▶ [What you have to do]: Starting at the line that holds "complete or absent." and stopping at the line that holds "(Ctrl-C, a crash, a", restate the records below word for word, with both of those lines included.

[Extracted material — start]

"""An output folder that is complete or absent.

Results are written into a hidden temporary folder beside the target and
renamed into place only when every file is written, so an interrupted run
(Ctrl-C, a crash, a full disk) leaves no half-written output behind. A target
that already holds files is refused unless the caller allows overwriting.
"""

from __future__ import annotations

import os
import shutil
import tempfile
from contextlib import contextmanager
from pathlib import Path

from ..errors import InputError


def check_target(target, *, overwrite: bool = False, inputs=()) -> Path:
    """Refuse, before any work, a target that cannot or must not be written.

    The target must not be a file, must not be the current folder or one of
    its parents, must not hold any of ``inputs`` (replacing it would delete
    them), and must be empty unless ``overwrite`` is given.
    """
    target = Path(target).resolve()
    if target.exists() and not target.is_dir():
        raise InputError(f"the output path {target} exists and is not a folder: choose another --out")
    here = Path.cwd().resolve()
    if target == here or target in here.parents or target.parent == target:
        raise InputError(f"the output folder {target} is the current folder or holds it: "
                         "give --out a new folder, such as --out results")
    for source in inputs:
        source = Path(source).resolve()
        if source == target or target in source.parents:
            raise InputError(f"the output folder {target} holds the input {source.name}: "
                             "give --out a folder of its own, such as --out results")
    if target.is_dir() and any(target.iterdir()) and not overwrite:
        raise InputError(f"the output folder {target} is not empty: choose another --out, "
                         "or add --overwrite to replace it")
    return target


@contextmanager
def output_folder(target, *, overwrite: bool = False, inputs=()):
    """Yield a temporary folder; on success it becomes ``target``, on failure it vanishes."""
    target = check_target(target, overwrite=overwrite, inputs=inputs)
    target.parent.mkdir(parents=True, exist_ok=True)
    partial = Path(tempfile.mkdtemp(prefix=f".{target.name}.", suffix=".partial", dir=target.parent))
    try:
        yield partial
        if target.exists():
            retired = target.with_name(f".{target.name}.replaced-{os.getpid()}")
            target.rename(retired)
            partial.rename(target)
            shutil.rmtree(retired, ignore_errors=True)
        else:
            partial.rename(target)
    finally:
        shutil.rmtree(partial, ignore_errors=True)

[Extracted material — finish]
[Extracted material — start]

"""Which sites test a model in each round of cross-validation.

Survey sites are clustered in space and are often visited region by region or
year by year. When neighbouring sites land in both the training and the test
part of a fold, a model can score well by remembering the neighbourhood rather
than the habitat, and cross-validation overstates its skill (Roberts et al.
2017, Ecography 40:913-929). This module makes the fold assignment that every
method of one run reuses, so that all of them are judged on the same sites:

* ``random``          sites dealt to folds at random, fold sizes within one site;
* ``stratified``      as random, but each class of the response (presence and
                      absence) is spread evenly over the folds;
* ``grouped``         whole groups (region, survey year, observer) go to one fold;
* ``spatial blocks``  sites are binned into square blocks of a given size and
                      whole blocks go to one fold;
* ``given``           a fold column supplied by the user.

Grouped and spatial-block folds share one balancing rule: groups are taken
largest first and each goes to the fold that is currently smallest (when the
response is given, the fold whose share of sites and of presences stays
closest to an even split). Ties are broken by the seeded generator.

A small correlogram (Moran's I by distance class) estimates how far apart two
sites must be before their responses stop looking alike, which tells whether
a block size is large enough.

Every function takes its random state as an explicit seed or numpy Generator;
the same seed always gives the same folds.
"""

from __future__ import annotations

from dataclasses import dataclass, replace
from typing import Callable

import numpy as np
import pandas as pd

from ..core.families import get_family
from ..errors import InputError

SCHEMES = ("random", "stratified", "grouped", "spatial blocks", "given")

[Extracted material — finish]

▶ [Exercise solution]:
"""An output folder that is complete or absent.

Results are written into a hidden temporary folder beside the target and
renamed into place only when every file is written, so an interrupted run
(Ctrl-C, a crash, a full disk) leaves no half-written output behind. A target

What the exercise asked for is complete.